Some people do put the "RV Antifreeze" in their fresh water tanks, and that may be the odor you smell. The usual recommendation on the jugs for cleaning the system when you're getting ready the next season is that you:

- drain completely,
- refil the fresh water tank and
- drain again
- repeat

You may want to cycle the faucets (with pump on) each time you fill, to get residuals out of the lines, as well.

It's most likely that the odor you're getting is from "RV Antifreeze" that was put in the tanks. You might want to just get a jug of it for "comparison sniffing" before proceding to extreme measures. Most of it smells pretty much the same.

(According to the experts, you should have a female help with the sniff test, since usually they're more subtly attuned to offensive stinks - possibly an evolved feature in order to detect dirty old men.)

** Note that in the US and Canada, the "plumbing" in RVs is generally designed for a maximum of about 50 psi. Most city water systems run at 30 to 45 psi, although there are higher pressures on some local systems.
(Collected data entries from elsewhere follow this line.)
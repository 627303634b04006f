"""SIGTERM in the middle of a run: the controller opens every relay, switches the supply off,
records the run as aborted and exits with 3 (the bench's own state file is the witness)."""

from __future__ import annotations

import json
import os
import re
import signal
import sqlite3
import subprocess
import sys
import time
from pathlib import Path

from bench_helpers import SEQUENCES

from rig.config.fixture import load_fixture
from rig.config.unit_file import load_unit
from rig.sim.bench import VirtualBench

SEQUENCE = """
[sequence]
name = "held"
reorder = false
[[steps]]
id = "signal"
kind = "volts"
hi = "C_SIG"
lo = "C_GND"
low = "0.6 V"
high = "4.8 V"
[[steps]]
id = "hold"
kind = "soak"
duration = "30 s"
"""


def test_sigterm_mid_run_leaves_bench_safe_and_run_aborted(tmp_path: Path) -> None:
    unit = load_unit(SEQUENCES / "units" / "temp-circuit.toml")
    state = tmp_path / "state.json"
    seq = tmp_path / "held.toml"
    seq.write_text(SEQUENCE, encoding="utf-8")
    with VirtualBench(unit, load_fixture(unit.fixture_path), state_file=state) as bench:
        station = bench.write_station(tmp_path / "station.toml", data_dir=str(tmp_path / "data"))
        proc = subprocess.Popen(
            [
                sys.executable,
                "-m",
                "rig.cli",
                "run",
                str(seq),
                "--station",
                str(station),
                "--serial",
                "T-1",
            ],
            stdout=subprocess.PIPE,
            stderr=subprocess.PIPE,
            text=True,
            env={**os.environ, "PYTHONUNBUFFERED": "1"},
        )
        try:
            deadline = time.monotonic() + 20
            while time.monotonic() < deadline:  # wait until the soak holds relays closed
                data = json.loads(state.read_text(encoding="utf-8"))
                if data["closed_relays"]:
                    break
                time.sleep(0.05)
            assert data["closed_relays"], "the run never closed a relay"
            time.sleep(0.3)
            proc.send_signal(signal.SIGTERM)
            printed, errors = proc.communicate(timeout=15)
            code = proc.returncode
        finally:
            if proc.poll() is None:
                proc.kill()
                proc.wait()
        final = json.loads(state.read_text(encoding="utf-8"))
        assert bench.relay_box.closed() == frozenset()
    assert code == 3
    assert final["closed_relays"] == [] and final["outputs_on"] == []
    db = sqlite3.connect(tmp_path / "data" / "results.sqlite")
    status, reason = db.execute("SELECT status, reason FROM runs").fetchone()
    readings = db.execute("SELECT COUNT(*) FROM readings").fetchone()[0]
    db.close()
    assert status == "aborted" and "SIGTERM" in reason
    assert readings >= 1  # the reading taken before the signal is kept
    # said as any other run's end: its steps, its decision, where it is recorded
    assert "rig: interrupted; run 1 is recorded as aborted" in errors
    assert re.search(r"^verdict: \w+  \(aborted\)$", printed, re.MULTILINE)
    assert "screen decision: undecided" in printed and "record: run 1 in " in printed
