"""Opening the operator console on a started virtual bench, and waiting on it from a test pilot.

Waits count pilot pauses up to a generous bound (the machine may be loaded); they never assert a
duration.  The console's clock is fixed so that screens and snapshots do not change with the time.
"""

from __future__ import annotations

import datetime as dt
from collections.abc import Callable, Iterator
from contextlib import contextmanager
from pathlib import Path
from typing import Any

from bench_helpers import SEQUENCES, shipped_bench
from textual.pilot import Pilot

from rig.config.fixture import load_fixture
from rig.config.station import Station, load_station
from rig.console import ConsoleApp, ConsoleSetup
from rig.console.screens.run import RunScreen
from rig.harness.as_built import BuildFault
from rig.harness.wire_list import load_wire_list
from rig.runner import load_plan
from rig.sim.bench import VirtualBench
from rig.sim.harness_bench import harness_bench
from rig.sim.timing import Timing
from rig.store import ResultStore

FIXED_CLOCK = dt.datetime(2030, 1, 2, 8, 30, tzinfo=dt.UTC)
HARNESS = Path(__file__).resolve().parent.parent / "sequences" / "harness"
"""The shipped invented example harness: its wire list, fixture and proof sequence."""
HARNESS_PROBE = ("PT_FH", "PT_SH", "PT_FL", "PT_SL")
WAIT_PAUSES = 2400
"""Pilot pauses of 50 ms before a wait gives up: two minutes, far beyond any healthy run."""


def console_setup(
    station: Station, *sequences: Path, bench: VirtualBench | None = None
) -> ConsoleSetup:
    return ConsoleSetup(
        station,
        [load_plan(path, station) for path in sequences],
        operator="tester",
        unit=bench.unit if bench is not None else None,
        clock=lambda: FIXED_CLOCK,
    )


@contextmanager
def console_on_bench(
    unit: str,
    folder: Path,
    *sequences: Path | str,
    faults: tuple[str, ...] = (),
    **bench_args: object,
) -> Iterator[tuple[ConsoleApp, VirtualBench]]:
    """A console over a started virtual bench; a sequence given as a name is a shipped one."""
    paths = [SEQUENCES / f"{s}.toml" if isinstance(s, str) else s for s in sequences]
    with shipped_bench(unit, faults, folder=folder, **bench_args) as (bench, station):
        yield ConsoleApp(console_setup(station, *paths, bench=bench)), bench


@contextmanager
def harness_console(folder: Path, faults: list[BuildFault]) -> Iterator[ConsoleApp]:
    """A console offering the shipped harness proof, on a virtual harness bench built with
    ``faults`` (the ambient and the seed fixed)."""
    fixture = load_fixture(HARNESS / "fixture.toml")
    wires = load_wire_list(HARNESS / "wire-list.csv", fixture)
    bench = harness_bench(wires, fixture, faults, ambient_c=23.0, seed=4, probe=HARNESS_PROBE)
    bench.start()
    try:
        path = bench.write_station(folder / "station.toml", data_dir=str(folder / "d"))
        station = load_station(path)
        plan = load_plan(HARNESS / "harness-proof.toml", station)
        yield ConsoleApp(
            ConsoleSetup(station, [plan], operator="tester", clock=lambda: FIXED_CLOCK)
        )
    finally:
        bench.stop()


@contextmanager
def slow_console(folder: Path) -> Iterator[tuple[ConsoleApp, VirtualBench]]:
    """A console over the pressure circuit on real timing, offering ``slow_sequence``."""
    with console_on_bench(
        "pressure-circuit", folder, slow_sequence(folder), timing=Timing.REAL
    ) as opened:
        yield opened


def stored_run(app: ConsoleApp, run_id: int) -> tuple[dict[str, Any], list[dict[str, Any]]]:
    """The run's row and its step rows, read from the store file with a connection of our own."""
    store = ResultStore(app.setup.store_path)
    try:
        return store.run(run_id), store.steps(run_id)
    finally:
        store.close()


async def wait_for(pilot: Pilot[None], condition: Callable[[], bool], what: str) -> None:
    for _ in range(WAIT_PAUSES):
        if condition():
            return
        await pilot.pause(0.05)
    raise AssertionError(f"gave up waiting for {what}")


async def start_run(pilot: Pilot[None], serial: str, claim: str = "") -> RunScreen:
    """Acknowledge the cautions, scan ``serial`` (typed; with ``claim``, Tab to the claim field
    and that typed, no spaces), press Enter and return the run view."""
    app = pilot.app
    assert isinstance(app, ConsoleApp)
    await wait_for(
        pilot, lambda: not app.cautions_acknowledged and len(app.screen_stack) > 1, "the cautions"
    )
    await pilot.press("enter")
    await wait_for(pilot, lambda: app.cautions_acknowledged, "the cautions to be acknowledged")
    await pilot.press(*serial, *(("tab", *claim) if claim else ()), "enter")
    await wait_for(pilot, lambda: app.run_screen is not None, "the run view")
    screen = app.run_screen
    assert screen is not None
    return screen


async def finish(pilot: Pilot[None], screen: RunScreen) -> None:
    """Wait until the worker is done (verdict, diagnosis), the run view has shown it all and its
    next-serial field takes keys (it drops those typed just as the run ends)."""
    await wait_for(
        pilot,
        lambda: (
            screen.worker is not None
            and screen.worker.is_finished
            and not screen.running
            and not len(screen.inbox)
            and screen.takes_keys()
        ),
        "the run's end",
    )
    await pilot.pause()


SLOW_STEP = """
[[steps]]
id = "powered-{n}"
kind = "volts"
title = "Supply at the sensor pins, long integration"
hi = "P_5V"
lo = "P_GND"
low = "4.5 V"
high = "5.5 V"
nplc = 50
supply = {{ pos = "P_5V", neg = "P_GND", voltage = "5 V", limit = "50 mA" }}
"""


def slow_sequence(folder: Path, steps: int = 4) -> Path:
    """Powered readings of 50 NPLC (1 s each on the bench's real timing), supply on throughout."""
    head = (
        '[sequence]\nname = "slow-powered"\n'
        'description = "Powered readings with long integration (test sequence)"\n'
        "reorder = false\n"
    )
    path = folder / "slow-powered.toml"
    path.write_text(head + "".join(SLOW_STEP.format(n=n) for n in range(1, steps + 1)))
    return path


def long_sequence(folder: Path, steps: int, closing_soak_s: float = 0.0) -> Path:
    """``steps`` resistance checks of the sender, each its own step, 2-wire and 4-wire in turn
    (so every step is its own meter query: none can share one with the next, see
    ``rig.read_ahead``, and the run lasts long enough for keys to arrive while it runs).
    ``closing_soak_s``: a soak after the last check, so the run is still going when keys
    arrive however fast this machine takes the checks."""
    head = (
        '[sequence]\nname = "many-steps"\n'
        'description = "Many short resistance steps (test sequence)"\nreorder = false\n'
    )
    body = "".join(
        f'\n[[steps]]\nid = "r{n:03d}"\nkind = "resistance"\nhi = "T1"\nlo = "T2"\n'
        f'wires = {2 if n % 2 else 4}\nlow = "1 kohm"\nhigh = "4 kohm"\n'
        for n in range(1, steps + 1)
    )
    if closing_soak_s:
        body += f'\n[[steps]]\nid = "hold"\nkind = "soak"\nduration = "{closing_soak_s:g} s"\n'
    path = folder / "many-steps.toml"
    path.write_text(head + body)
    return path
Should you use the RV at "fairgrounds" or "parks" the water outlets may be at 150 psi or higher for their "industrial sprinklers" and could bust your internal plumbing and/or make you hoses look like an anaconda that's swallowed a pig. If in doubt, you'll want a "regulator" on the inlet to your hose (good ones abut $9.00 US here) to protect the system. They're usually preset at about 40 psi. (I carry a water pressure gage to check before connecting.) You also probably don't want to use air over about 70 psi to blow out the lines when you winterize.